Because during the transition process, the system variable you want to

change over time, thus describing the system appears not only in

mathematical model of dynamic characteristics of the variable itself, but also

contain all order derivatives of these variables, so the system of dynamic

equations are differential equations, it is the most basic form representing

mathematical model of the system.

Basic concepts of mathematical models

Bio-inspired soft robot _ slow response

• First, analysis, starting from the physical or chemical

laws, establishing mathematical model and

experimental verification

• Two is an experimental method, by adding a certain

forms of input signals to the system or component,

evaluating output response for system or component,

building mathematical models.

• This lesson uses analysis

Control system modeling approach

• Inexact: Theoretically none can be absolutely accurate

mathematical expressions to describe a system because,

in theory, any system is nonlinear, time and distribution

parameters change, the random factors are present, the

more complex the system, the situation is more

complicated.

• Simplification: Ignore secondary factors, seize the

main problem for modeling, quantitative analysis.
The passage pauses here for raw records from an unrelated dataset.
async function insertLibrary(sequelize: Sequelize): Promise<void> {
  const hash = await hashPassword(BENCH_PASSWORD);
  await sequelize.transaction(async (transaction) => {
    const shops = await ShopModel.bulkCreate(SHOP_NAMES.slice(0, BENCH_SHOPS).map((name) => ({ name })), { transaction, returning: true });
    await sequelize.query(`CREATE TABLE bench_shops (idx integer PRIMARY KEY, shop_id uuid NOT NULL)`, { transaction });
    await sequelize.query(`INSERT INTO bench_shops VALUES ${shops.map((s, i) => `(${i}, '${s.id}')`).join(", ")}`, { transaction });
    // Team plan, paid for, so programmers can write.
    await sequelize.query(
      `INSERT INTO shop_subscriptions (shop_id, status, seats, current_period_end) SELECT shop_id, 'active', 10, now() + interval '20 days' FROM bench_shops`,
      { transaction },
    );

    const people = shops.flatMap((shop, s) =>
      SHOP_ROLES.map((role, k) => {
        const first = FIRST_NAMES[(s + k) % FIRST_NAMES.length]!;
        const last = LAST_NAMES[(s * 3 + k) % LAST_NAMES.length]!;
        return { shop, role, name: `${first} ${last}`, email: `${first}.${last}.${s}-${k}@bench.example`.toLowerCase() };
      }),
    );
    const users = await UserModel.bulkCreate(
      people.map((p) => ({ email: p.email, name: p.name, passwordHash: hash, unitSystem: "metric" as const, activeShopId: p.shop.id })),
      { transaction, returning: true },
    );
    await MembershipModel.bulkCreate(
      people.map((p, i) => ({ shopId: p.shop.id, userId: users[i]!.id, role: p.role })),
      { transaction },
    );

    const machines = await MachineModel.bulkCreate(
      shops.flatMap((shop) => MACHINES.map(({ modes: _modes, ...columns }) => ({ shopId: shop.id, ...columns }))),
      { transaction, returning: true },
    );
    await MachineModeModel.bulkCreate(
      machines.flatMap((m, i) => MACHINES[i % MACHINES.length]!.modes.map((mode) => ({ ...mode, shopId: m.shopId, machineId: m.id }))),
      { transaction },
    );
    const cutters = await CutterModel.bulkCreate(
      shops.flatMap((shop) => CUTTERS.map((body) => ({ shopId: shop.id, status: "approved" as const, ...body }))),
      { transaction, returning: true },
    );
    await AssemblyModel.bulkCreate(
      shops.flatMap((shop, s) =>
        ASSEMBLIES.map(([mi, ci, holder, stickoutMm, runoutMm]) => ({
          shopId: shop.id,
          ...assemblyBodySchema.parse({
            machineId: machines[s * MACHINES.length + mi]!.id,
            cutterId: cutters[s * CUTTERS.length + ci]!.id,
            holder,
            stickoutMm,
            runoutMm,
          }),
        })),
      ),
      { transaction },
    );
    // One shop material each, copied from the global birch plywood with the shop's own name and note.
    const [copied] = await sequelize.query(
      `INSERT INTO materials (shop_id, copied_from_id, name, material_group, hardness, cutting_speed, chip_load, kc11_n_per_mm2, mc,
                              unit_power_j_per_mm3, min_chip_thickness_mm, source_note)
       SELECT b.shop_id, m.id, 'Birch plywood, 18 mm (our supplier)', m.material_group, m.hardness, m.cutting_speed, m.chip_load,
              m.kc11_n_per_mm2, m.mc, m.unit_power_j_per_mm3, m.min_chip_thickness_mm, 'Copied from the global “' || m.name || '”. ' || m.source_note
         FROM materials m CROSS JOIN bench_shops b WHERE m.global_key = 'plywood-birch'
       RETURNING id`,
      { transaction, type: QueryTypes.SELECT },
    );
    if (!copied) throw new Error("the global material library has no plywood-birch row");
  });
}

async function insertRecipes(sequelize: Sequelize): Promise<void> {
  const select = <T extends object>(sql: string, replacements: Record<string, unknown> = {}) => sequelize.query<T>(sql, { replacements, type: QueryTypes.SELECT });
  // Template recipes in the first shop, computed by the engine through the recipe service.
  const [first] = await select<{ shop_id: string }>(`SELECT shop_id FROM bench_shops WHERE idx = 0`);
  const shopId = first!.shop_id;
  const [author] = await select<{ user_id: string; name: string }>(
    `SELECT m.user_id, u.name FROM memberships m JOIN users u ON u.id = m.user_id WHERE m.shop_id = :shopId AND m.role = 'programmer' LIMIT 1`,
    { shopId },
  );
  const assemblies = await select<{ id: string; machine_name: string; diameter_mm: number }>(
    `SELECT a.id, m.name AS machine_name, c.diameter_mm FROM assemblies a JOIN machines m ON m.id = a.machine_id JOIN cutters c ON c.id = a.cutter_id
      WHERE a.shop_id = :shopId ORDER BY a.holder`,
    { shopId },
  );
  const materials = await select<{ id: string; global_key: string }>(`SELECT id, global_key FROM materials WHERE global_key IS NOT NULL`);
  const machineIndex = (name: string) => MACHINES.findIndex((m) => m.name === name);
  const t0 = performance.now();
  let templates = 0;
  for (const a of assemblies) {
    for (const key of MATERIAL_KEYS_BY_MACHINE[machineIndex(a.machine_name)] ?? []) {
      const material = materials.find((m) => m.global_key === key);
      if (!material) throw new Error(`the global material library has no ${key} row`);
      for (const cut of CUTS) {
        await createRecipe(
          shopId,
          {
            name: `Template ${templates}`,
            assemblyId: a.id,
            materialId: material.id,
            operation: cut.operation,
            params: {
              axialDepthMm: cut.axialDepthMm,
              // A slot is as wide as the cutter.
              radialDepthMm: cut.operation === "slot" ? a.diameter_mm : cut.radialDepthMm,
              workPositionXMm: 0,
              workPositionYMm: 0,
              workRegion: null,
              millingDirection: "climb",
              rpmOverride: null,
              chipLoadOverrideMm: null,
            },
            notes: "",
          },
          { userId: author!.user_id, role: "programmer", name: author!.name, ip: null },
        );
        templates++;
      }
    }
  }
  log(`computed ${templates} template recipes with the engine (${((performance.now() - t0) / 1000).toFixed(1)} s)`);

  // The same template in every shop: the shop's assembly, machine and cutter in the same position.
  await sequelize.query(`
    CREATE TABLE bench_templates AS
      SELECT row_number() OVER (ORDER BY r.created_at, r.id) - 1 AS idx, a_pos.pos AS assembly_pos, r.material_id,
             r.operation, r.params, r.result, r.rpm, r.feed_mm_per_min
        FROM recipes r
        JOIN (SELECT id, row_number() OVER (ORDER BY holder) - 1 AS pos FROM assemblies WHERE shop_id = '${shopId}') a_pos ON a_pos.id = r.assembly_id;
    CREATE TABLE bench_assemblies AS
      SELECT b.idx AS shop_idx, row_number() OVER (PARTITION BY a.shop_id ORDER BY a.holder) - 1 AS pos, a.id, a.machine_id, a.cutter_id
        FROM assemblies a JOIN bench_shops b ON b.shop_id = a.shop_id;
    CREATE TABLE bench_authors AS
      SELECT b.idx AS shop_idx, row_number() OVER (PARTITION BY m.shop_id ORDER BY m.user_id) - 1 AS pos, m.user_id
        FROM memberships m JOIN bench_shops b ON b.shop_id = m.shop_id WHERE m.role IN ('owner', 'programmer');
    DELETE FROM recipes;
  `);
  const [{ n }] = (await select<{ n: number }>(`SELECT count(*)::int AS n FROM bench_templates`)) as [{ n: number }];

  await withSecondaryIndexesRebuilt(sequelize, ["recipes", "recipe_revisions", "cut_logs"], () => bulkRecipes(sequelize, n));
  await sequelize.query(`DROP TABLE bench_templates, bench_assemblies, bench_authors`);
}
Principle of establishing mathematical models

• Mathematical model is divided into:

– Time Domain Model

– Complex domain model

– Frequency domain model

• Time domain model:

Advantages: it is describes the control system in the time domain, and has the

advantage of an intuitive, accurate, all of the responses and can provide

the system time information.

Disadvantages: complex; hard to find system of structure parameters on

performance of control system of general rules, cannot find improvement

program is not easy on the system analysis and design.

Mathematical Model Types

Complex domain models:

It includes the transfer function and structure of the system. It demonstrates

its characteristic of the system and of the input signal;It not only characterize the

dynamic performance of the system, but can also affect the structure or the study of

changes in system parameters on system performance

Frequency domain model:

Describes the frequency characteristics of the system, with a clear

physical meaning, experimental methods are available to determine.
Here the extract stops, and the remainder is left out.